- **Your objective**
Write out, word for word, the first line of the data below and every line after it through the one containing "between the telescope".

--- Record set ---

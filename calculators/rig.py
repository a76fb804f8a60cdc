"""A rig: a telescope, an ordered imaging train, a camera (or an eyepiece), a mount and accessories.

Importable as ``calculators.schemas.Rig`` too. See :mod:`calculators.train_elements` for the train.
"""

from __future__ import annotations

from pydantic import Field, ValidationInfo, field_validator

from calculators.binning import MAX_BINNING
from calculators.schemas import (
    Accessory,
    Camera,
    Geometry,
    Modifier,
    Mount,
    Name,
    Strict,
    Telescope,
    one_currency,
)
from calculators.train_elements import (
    MAX_TRAIN_ELEMENTS,
    ElementKind,
    TrainElement,
    check_train,
    train_element,
)


class Rig(Strict):
    """A telescope, an ordered imaging train, a camera (or an eyepiece ending the train), a mount and
    accessories. ``modifier`` is the old single-element slot, read for one release as a one-element
    train."""

    name: Name
    telescope: Telescope
    modifier: Modifier | None = Field(
        default=None, exclude=True, deprecated=True,
        description="Deprecated: read as a one-element `train` for one release.",
    )
    train: list[TrainElement] = Field(
        default_factory=list, max_length=MAX_TRAIN_ELEMENTS, validate_default=True,
        description="Elements between the telescope and the camera, telescope side first "
        f"(0-{MAX_TRAIN_ELEMENTS}).",
    )
    camera: Camera | None = Field(
        default=None, validate_default=True,
        description="Needed unless the train ends in an eyepiece (then there is none).",
    )
    binning: int = Field(
        default=1, ge=1, le=MAX_BINNING,
        description="Binning the camera is read at: b × b pixels summed into one (1: none; see "
        "the sampling, target_fit and integration_time calculators). Only with a camera.",
    )
    mount: Mount | None = None
    accessories: list[Accessory] = Field(default_factory=list, max_length=50)
    geometry: Geometry | None = None

    @field_validator("train")
    @classmethod
    def _train_possible(cls, value: list, info: ValidationInfo) -> list:
        modifier = info.data.get("modifier")
        if modifier is not None:
            if value:
                raise ValueError("give the train, or the deprecated modifier, not both")
            value = [train_element(modifier.to_element())]
        telescope = info.data.get("telescope")
        check_train(value, telescope.focal_length_mm / telescope.aperture_mm if telescope else None)
        return value

    @field_validator("camera")
    @classmethod
    def _camera_or_eyepiece(cls, value: Camera | None, info: ValidationInfo) -> Camera | None:
        train = info.data.get("train")
        if train is None:  # the train itself was invalid; that error says enough
            return value
        eyepiece = bool(train) and train[-1].kind == ElementKind.eyepiece
        if eyepiece and value is not None:
            raise ValueError("a rig whose train ends in an eyepiece has no camera; drop one of them")
        if not eyepiece and value is None:
            raise ValueError("a rig needs a camera, or an eyepiece as the last element of its train")
        return value

    @field_validator("binning")
    @classmethod
    def _binning_needs_a_camera(cls, value: int, info: ValidationInfo) -> int:
        if value != 1 and "camera" in info.data and info.data["camera"] is None:
            raise ValueError("a rig without a camera has no pixels to bin; leave binning at 1")
        return value

    @field_validator("accessories")
    @classmethod
    def _one_currency(cls, value: list[Accessory]) -> list[Accessory]:
        return one_currency(value)

    def model_post_init(self, _context) -> None:
        self.modifier = None  # read into the train

    @property
    def eyepiece(self):
        """The eyepiece ending the train, or None."""
        return self.train[-1] if self.train and self.train[-1].kind == ElementKind.eyepiece else None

---

- **Completed task**
filename calculators/rig.py
repository a76fb804f8a60cdc
"""A rig: a telescope, an ordered imaging train, a camera (or an eyepiece), a mount and accessories.

Importable as ``calculators.schemas.Rig`` too. See :mod:`calculators.train_elements` for the train.
"""

from __future__ import annotations

from pydantic import Field, ValidationInfo, field_validator

from calculators.binning import MAX_BINNING
from calculators.schemas import (
    Accessory,
    Camera,
    Geometry,
    Modifier,
    Mount,
    Name,
    Strict,
    Telescope,
    one_currency,
)
from calculators.train_elements import (
    MAX_TRAIN_ELEMENTS,
    ElementKind,
    TrainElement,
    check_train,
    train_element,
)


class Rig(Strict):
    """A telescope, an ordered imaging train, a camera (or an eyepiece ending the train), a mount and
    accessories. ``modifier`` is the old single-element slot, read for one release as a one-element
    train."""

    name: Name
    telescope: Telescope
    modifier: Modifier | None = Field(
        default=None, exclude=True, deprecated=True,
        description="Deprecated: read as a one-element `train` for one release.",
    )
    train: list[TrainElement] = Field(
        default_factory=list, max_length=MAX_TRAIN_ELEMENTS, validate_default=True,
        description="Elements between the telescope and the camera, telescope side first "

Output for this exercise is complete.